The Universe Speaks in Numbers by Graham Farmelo
Author:Graham Farmelo [Graham Farmelo]
Language: eng
Format: epub, azw3, pdf
ISBN: 9780571321810
Publisher: Faber & Faber
Published: 2019-05-02T16:00:00+00:00
By the mid-1970s, physicists and mathematicians all over the world had noticed that gauge theories and geometry were connected. Among the first to spot the connection was Frank Yang, a co-discoverer of modern gauge theory. Having left the Institute for Advanced Study in 1966, forty-three years old and one of the mandarins of physics, Yang took up a post at Stony Brook University, on the north shore of Long Island.26 He was joined on the Stony Brook faculty by the new and ambitious head of the mathematics department, the young topologist Jim Simons. The two became acquainted, got on well and raised record-breaking amounts of money on their campus to oppose US involvement in the Vietnam War. Their next collaboration was even more successful. It began when Simons pointed out to Yang that the form of the equations of gauge theory and Einstein’s theory of gravity seemed to indicate that the theories were related to a branch of topology known as ‘fibre bundles’, a term that meant nothing to Yang. Simons recommended that he read the standard introduction to the subject, The Topology of Fibre Bundles, by the Princeton mathematician Norman Steenrod, whose presentation Yang declared unreadable. But he didn’t give up – he asked Simons to give a series of lunchtime lectures on the subject, going right back to basics, in the physics department. During these lectures, Yang finally understood what was going on, and by the mid-1970s he had concluded that gauge theories are best written in the language of topological mathematics.
A few months later, Yang and his friend Tai Tsun Wu, a theoretical physicist at Harvard, made a breakthrough. They identified several links between key concepts in gauge theories and counterpart concepts that feature in modern topology.27 The Wu-Yang dictionary, as it became known, enabled physicists and topologists to talk to each other about their subjects and to work towards a unified understanding of the physical and mathematical aspects of gauge theories. Only experts could understand the dictionary’s entries, but the very existence of these one-to-one correspondences between the key concepts in the two subjects was instructive for all physicists and mathematicians. Mathematicians could use their intuition to work on gauge theory, while physicists could use their intuition to work on topology.

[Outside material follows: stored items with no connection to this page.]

HEADING_SENSORS = ("auto", "magnetic", "true")
HEADING_FOR_WIND_MAX_AGE_S = 10.0
# Sentences whose reading an Ingest keeps (the latest distinct ones). A steady heading, depth or temperature
# sends the same sentence word for word again and again: of the real captures' lines 64-72 % repeat one of
# the latest 1 024 distinct sentences, of the demo's first hour 49 %. A repeat costs a lookup, not its checksum,
# fields and values; each kept one is about 500 bytes.
SENTENCES_KEPT = 1024

Item = RawLine | Reading
# A named tuple's own __new__ is a Python function (about 3 000 machine instructions a call against 1 600):
# made straight from their fields, every field given, once a line and once a reading.
_raw_line = partial(tuple.__new__, RawLine)
_reading = partial(tuple.__new__, Reading)


class ParsedLine:
    """One line parsed, waiting for its data time (the replay clock holds these).

    A plain class with slots, not a frozen dataclass: one is made for every line, and a frozen
    dataclass's ``__init__`` costs twice as much (it sets each field through ``object.__setattr__``).
    """

    __slots__ = ("text", "recv_utc", "key", "extract", "gnss_utc", "undated_tod_s", "tag_time", "counts")

    def __init__(self, text: str, recv_utc: float | None, key: str, extract: Extract | None,
                 gnss_utc: float | None, undated_tod_s: float | None, tag_time: float | None,
                 counts: list[tuple[str, int]]) -> None:
        self.text = text
        self.recv_utc = recv_utc
        self.key = key  # sentence type, or the counter key of a line that is none ("-", "TAG")
        self.extract = extract  # None: not an understood sentence, or unparseable
        self.gnss_utc = gnss_utc  # its own GNSS time (UNIX s), dated
        self.undated_tod_s = undated_tod_s  # a time of day still waiting for a date
        self.tag_time = tag_time  # its TAG block's c: time
        self.counts = counts  # what it counts for, made when it is emitted
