def test_gnss_outage_has_no_fixes_inside_and_fixes_around():
    s = scenarios.gnss_outage()
    s = replace(s, duration_s=2.5 * 3600.0, sensors=replace(s.sensors, heading_hz=1.0))
    run = simulate(s, seed=3)
    (start, end), = s.sensors.gnss_outages
    assert end - start == 1800.0
    fixes = [f.t_s for f in run.samples if isinstance(f, Fix)]
    assert not any(start <= t < end for t in fixes)
    assert any(start - 5.0 <= t < start for t in fixes) and any(end <= t < end + 5.0 for t in fixes)


def _solar_tide(t_s, lat, lon):
    lst_h = (np.asarray(t_s) / 3600.0 + np.asarray(lon) / 15.0) % 24.0
    return 1.2 * np.cos(np.radians(lat)) ** 3 * np.cos(2.0 * np.pi * (lst_h - 10.0) / 12.0)


def test_pressure_fall_is_two_hpa_an_hour_after_three_steady_hours_and_barometer_sits_above_msl():
    s = scenarios.pressure_fall()
    run = simulate(replace(s, sensors=replace(s.sensors, heading_hz=0.2)), seed=4)
    tr = run.truth
    t = (tr["t_s"] - tr["t_s"][0]) / 3600.0
    steady, falling = t < 3.0, t > 3.0
    # the weather's part, once the atmospheric tide is taken out (written here independently:
    # 1.2 hPa cos³φ, peaks at 10 and 22 local solar time)
    weather = tr["msl_hpa"] - _solar_tide(tr["t_s"], tr["lat"], tr["lon"])
    assert np.ptp(weather[steady]) < 1e-9
    assert np.polyfit(t[falling], weather[falling], 1)[0] == pytest.approx(-2.0, abs=1e-6)
    # and the barometer does see the tide: a swing of tenths of a hPa over the steady hours
    assert np.ptp(tr["msl_hpa"][steady]) > 0.1
    # the barometer at 2 m reads about ρg·h = 1.225 × 9.80665 × 2 Pa ≈ 0.24 hPa below MSL (hydrostatics)
    ps = [p for p in run.samples if isinstance(p, Pressure) and p.t_s - tr["t_s"][0] < 3 * 3600]
    gap = np.mean(_truth_at_samples(run, ps, "msl_hpa") - np.array([p.station_hpa for p in ps]))
    assert gap == pytest.approx(1.225 * 9.80665 * 2.0 / 100.0, abs=0.03)


def test_tidal_stream_turns_right_round_in_a_tidal_period():
    t0 = 1_800_000_000.0
    ts = TidalStream(60.0, 1.6, 0.6, t_max_s=t0)
    at_max = from_east_north(*ts.velocity(t0, 0, 0))
    quarter = from_east_north(*ts.velocity(t0 + ts.period_s / 4, 0, 0))
    half = from_east_north(*ts.velocity(t0 + ts.period_s / 2, 0, 0))
    assert at_max == pytest.approx((1.6, 60.0))
    assert quarter == pytest.approx((0.6, 150.0))  # clockwise: a quarter period on, 90° to the right
    assert half == pytest.approx((1.6, 240.0))
    # a 12.42-h M2 period (tide tables)
    assert ts.period_s / 3600.0 == pytest.approx(12.42, abs=0.01)


def test_wind_drift_is_three_percent_downwind():
    t0 = 1_800_000_000.0
    ocean = Ocean((), SeaTemperatureField(15.0, 0, 0), PressureField(((t0, 1013.0),)),
                  WindField(((t0, 250.0, 20.0),)), wind_drift_factor=0.03)
    drift, set_ = from_east_north(*ocean.current(t0, 0.0, 0.0))
    assert drift == pytest.approx(0.6) and set_ == pytest.approx(70.0)  # 3 % of 20 kn, toward 070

This was yet another illustration that pure mathematics and theoretical physics were increasingly overlapping. Yang, a physicist to his fingertips, always insisted on drawing a sharp distinction between the two subjects – while mathematics is about abstract concepts in the Platonic world of ideas, physics is about understanding quantitative measurements made on the real world – the readings on meters, timing devices and so on. The more Yang looked at the relationship between mathematics and the theories of physics, the more fascinated he became. He learned that James Clerk Maxwell, who had been first to set out a mathematical field theory, had foreseen a century before that, to achieve a deep understanding, it was essential to use not only a description of motion but also ‘geometrical ideas’.